*** Opening Supplied information ***
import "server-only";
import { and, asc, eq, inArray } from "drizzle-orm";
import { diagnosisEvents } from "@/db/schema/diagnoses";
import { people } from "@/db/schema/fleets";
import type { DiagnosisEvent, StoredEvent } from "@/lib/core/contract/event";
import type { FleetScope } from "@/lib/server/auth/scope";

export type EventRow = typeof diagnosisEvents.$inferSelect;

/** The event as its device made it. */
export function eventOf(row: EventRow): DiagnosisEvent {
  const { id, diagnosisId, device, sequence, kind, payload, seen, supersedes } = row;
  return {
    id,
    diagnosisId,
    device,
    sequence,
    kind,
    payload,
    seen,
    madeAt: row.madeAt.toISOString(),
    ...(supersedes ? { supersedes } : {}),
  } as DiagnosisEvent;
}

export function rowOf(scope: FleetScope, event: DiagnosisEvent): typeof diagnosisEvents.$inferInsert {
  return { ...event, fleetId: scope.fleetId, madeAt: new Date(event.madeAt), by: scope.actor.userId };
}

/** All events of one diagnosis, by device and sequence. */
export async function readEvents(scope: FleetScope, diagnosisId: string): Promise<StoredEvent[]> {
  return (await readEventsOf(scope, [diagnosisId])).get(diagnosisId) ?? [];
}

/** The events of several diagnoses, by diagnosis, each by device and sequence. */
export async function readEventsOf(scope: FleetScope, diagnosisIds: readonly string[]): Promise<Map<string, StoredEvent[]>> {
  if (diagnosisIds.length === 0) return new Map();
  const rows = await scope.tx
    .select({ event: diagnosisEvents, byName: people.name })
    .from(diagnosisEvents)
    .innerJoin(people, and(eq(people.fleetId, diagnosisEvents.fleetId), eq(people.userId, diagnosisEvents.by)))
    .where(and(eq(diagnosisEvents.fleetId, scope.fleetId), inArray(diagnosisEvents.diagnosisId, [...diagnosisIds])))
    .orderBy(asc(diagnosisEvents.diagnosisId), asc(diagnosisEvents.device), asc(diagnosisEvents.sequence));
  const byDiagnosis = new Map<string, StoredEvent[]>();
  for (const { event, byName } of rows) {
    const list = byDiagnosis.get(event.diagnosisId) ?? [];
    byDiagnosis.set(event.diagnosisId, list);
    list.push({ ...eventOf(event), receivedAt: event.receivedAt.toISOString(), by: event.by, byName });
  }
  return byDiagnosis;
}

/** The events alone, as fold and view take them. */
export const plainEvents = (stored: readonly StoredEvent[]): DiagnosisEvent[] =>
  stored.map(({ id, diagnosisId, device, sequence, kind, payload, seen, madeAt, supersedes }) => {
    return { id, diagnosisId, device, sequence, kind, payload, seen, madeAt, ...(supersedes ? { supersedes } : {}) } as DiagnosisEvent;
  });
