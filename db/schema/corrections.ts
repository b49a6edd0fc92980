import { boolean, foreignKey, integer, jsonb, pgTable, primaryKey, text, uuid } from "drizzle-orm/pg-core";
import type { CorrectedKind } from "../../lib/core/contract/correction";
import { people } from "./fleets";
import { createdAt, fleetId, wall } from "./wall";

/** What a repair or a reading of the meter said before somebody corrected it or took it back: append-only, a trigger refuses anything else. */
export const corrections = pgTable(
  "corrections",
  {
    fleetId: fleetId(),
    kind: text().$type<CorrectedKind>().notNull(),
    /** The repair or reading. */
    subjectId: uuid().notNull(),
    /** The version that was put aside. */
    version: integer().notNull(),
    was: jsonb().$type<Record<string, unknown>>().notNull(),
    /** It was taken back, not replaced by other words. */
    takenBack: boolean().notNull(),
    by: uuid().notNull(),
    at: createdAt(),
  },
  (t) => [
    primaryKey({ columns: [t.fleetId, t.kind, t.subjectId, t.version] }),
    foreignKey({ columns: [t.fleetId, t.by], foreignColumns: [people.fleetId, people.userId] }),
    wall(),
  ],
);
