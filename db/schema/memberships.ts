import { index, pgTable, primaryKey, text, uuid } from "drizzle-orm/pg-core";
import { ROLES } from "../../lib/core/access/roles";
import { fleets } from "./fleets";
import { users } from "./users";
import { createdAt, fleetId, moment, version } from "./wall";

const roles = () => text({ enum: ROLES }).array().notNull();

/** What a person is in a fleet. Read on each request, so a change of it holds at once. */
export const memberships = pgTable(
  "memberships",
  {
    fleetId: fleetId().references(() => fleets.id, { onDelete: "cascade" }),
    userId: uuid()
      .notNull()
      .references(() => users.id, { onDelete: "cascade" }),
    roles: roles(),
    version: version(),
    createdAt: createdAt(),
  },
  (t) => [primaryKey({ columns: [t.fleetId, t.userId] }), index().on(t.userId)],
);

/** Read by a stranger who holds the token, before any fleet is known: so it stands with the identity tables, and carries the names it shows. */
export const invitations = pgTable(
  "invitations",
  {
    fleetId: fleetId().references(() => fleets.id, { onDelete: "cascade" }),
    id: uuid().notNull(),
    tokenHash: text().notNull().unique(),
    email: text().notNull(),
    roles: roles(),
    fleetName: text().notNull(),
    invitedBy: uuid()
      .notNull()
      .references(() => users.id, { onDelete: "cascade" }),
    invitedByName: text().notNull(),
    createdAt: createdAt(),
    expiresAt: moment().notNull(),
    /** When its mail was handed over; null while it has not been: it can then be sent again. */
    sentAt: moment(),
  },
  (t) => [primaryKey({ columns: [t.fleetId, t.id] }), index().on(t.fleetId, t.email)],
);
*** Closing Supplied information ***
* _Work task_
Exactly as they stand, restate all the lines of the listing.

* _Response for this exercise_
import "server-only";
import { and, asc, eq, inArray } from "drizzle-orm";
import { diagnosisEvents } from "@/db/schema/diagnoses";
import { people } from "@/db/schema/fleets";
import type { DiagnosisEvent, StoredEvent } from "@/lib/core/contract/event";
import type { FleetScope } from "@/lib/server/auth/scope";

export type EventRow = typeof diagnosisEvents.$inferSelect;

/** The event as its device made it. */
export function eventOf(row: EventRow): DiagnosisEvent {
  const { id, diagnosisId, device, sequence, kind, payload, seen, supersedes } = row;
  return {
    id,
    diagnosisId,
    device,
    sequence,
    kind,
    payload,
    seen,
    madeAt: row.madeAt.toISOString(),
    ...(supersedes ? { supersedes } : {}),
  } as DiagnosisEvent;
}

export function rowOf(scope: FleetScope, event: DiagnosisEvent): typeof diagnosisEvents.$inferInsert {
  return { ...event, fleetId: scope.fleetId, madeAt: new Date(event.madeAt), by: scope.actor.userId };
}

/** All events of one diagnosis, by device and sequence. */
export async function readEvents(scope: FleetScope, diagnosisId: string): Promise<StoredEvent[]> {
  return (await readEventsOf(scope, [diagnosisId])).get(diagnosisId) ?? [];
}

/** The events of several diagnoses, by diagnosis, each by device and sequence. */
export async function readEventsOf(scope: FleetScope, diagnosisIds: readonly string[]): Promise<Map<string, StoredEvent[]>> {
  if (diagnosisIds.length === 0) return new Map();
  const rows = await scope.tx
    .select({ event: diagnosisEvents, byName: people.name })
    .from(diagnosisEvents)
    .innerJoin(people, and(eq(people.fleetId, diagnosisEvents.fleetId), eq(people.userId, diagnosisEvents.by)))
    .where(and(eq(diagnosisEvents.fleetId, scope.fleetId), inArray(diagnosisEvents.diagnosisId, [...diagnosisIds])))
    .orderBy(asc(diagnosisEvents.diagnosisId), asc(diagnosisEvents.device), asc(diagnosisEvents.sequence));
  const byDiagnosis = new Map<string, StoredEvent[]>();
  for (const { event, byName } of rows) {
    const list = byDiagnosis.get(event.diagnosisId) ?? [];
    byDiagnosis.set(event.diagnosisId, list);
    list.push({ ...eventOf(event), receivedAt: event.receivedAt.toISOString(), by: event.by, byName });
  }
  return byDiagnosis;
}

/** The events alone, as fold and view take them. */
export const plainEvents = (stored: readonly StoredEvent[]): DiagnosisEvent[] =>
  stored.map(({ id, diagnosisId, device, sequence, kind, payload, seen, madeAt, supersedes }) => {
    return { id, diagnosisId, device, sequence, kind, payload, seen, madeAt, ...(supersedes ? { supersedes } : {}) } as DiagnosisEvent;
  });
filename db/schema/corrections.ts
repository b49a6edd0fc92980
import { boolean, foreignKey, integer, jsonb, pgTable, primaryKey, text, uuid } from "drizzle-orm/pg-core";
import type { CorrectedKind } from "../../lib/core/contract/correction";
import { people } from "./fleets";
import { createdAt, fleetId, wall } from "./wall";

/** What a repair or a reading of the meter said before somebody corrected it or took it back: append-only, a trigger refuses anything else. */
export const corrections = pgTable(
  "corrections",
  {
    fleetId: fleetId(),
    kind: text().$type<CorrectedKind>().notNull(),
    /** The repair or reading. */
    subjectId: uuid().notNull(),
    /** The version that was put aside. */
    version: integer().notNull(),
    was: jsonb().$type<Record<string, unknown>>().notNull(),
    /** It was taken back, not replaced by other words. */
    takenBack: boolean().notNull(),
    by: uuid().notNull(),
    at: createdAt(),
  },
  (t) => [
    primaryKey({ columns: [t.fleetId, t.kind, t.subjectId, t.version] }),
    foreignKey({ columns: [t.fleetId, t.by], foreignColumns: [people.fleetId, people.userId] }),
    wall(),
  ],
);
filename db/schema/memberships.ts
import { index, pgTable, primaryKey, text, uuid } from "drizzle-orm/pg-core";
import { ROLES } from "../../lib/core/access/roles";
import { fleets } from "./fleets";
import { users } from "./users";
import { createdAt, fleetId, moment, version } from "./wall";

const roles = () => text({ enum: ROLES }).array().notNull();

/** What a person is in a fleet. Read on each request, so a change of it holds at once. */
export const memberships = pgTable(
  "memberships",
  {
    fleetId: fleetId().references(() => fleets.id, { onDelete: "cascade" }),
    userId: uuid()
      .notNull()
      .references(() => users.id, { onDelete: "cascade" }),
    roles: roles(),
    version: version(),
    createdAt: createdAt(),
  },
  (t) => [primaryKey({ columns: [t.fleetId, t.userId] }), index().on(t.userId)],
);

/** Read by a stranger who holds the token, before any fleet is known: so it stands with the identity tables, and carries the names it shows. */
export const invitations = pgTable(
  "invitations",
  {
    fleetId: fleetId().references(() => fleets.id, { onDelete: "cascade" }),
    id: uuid().notNull(),
    tokenHash: text().notNull().unique(),
    email: text().notNull(),
    roles: roles(),
    fleetName: text().notNull(),
    invitedBy: uuid()
      .notNull()
      .references(() => users.id, { onDelete: "cascade" }),
    invitedByName: text().notNull(),
    createdAt: createdAt(),
    expiresAt: moment().notNull(),
    /** When its mail was handed over; null while it has not been: it can then be sent again. */
    sentAt: moment(),
  },
  (t) => [primaryKey({ columns: [t.fleetId, t.id] }), index().on(t.fleetId, t.email)],
);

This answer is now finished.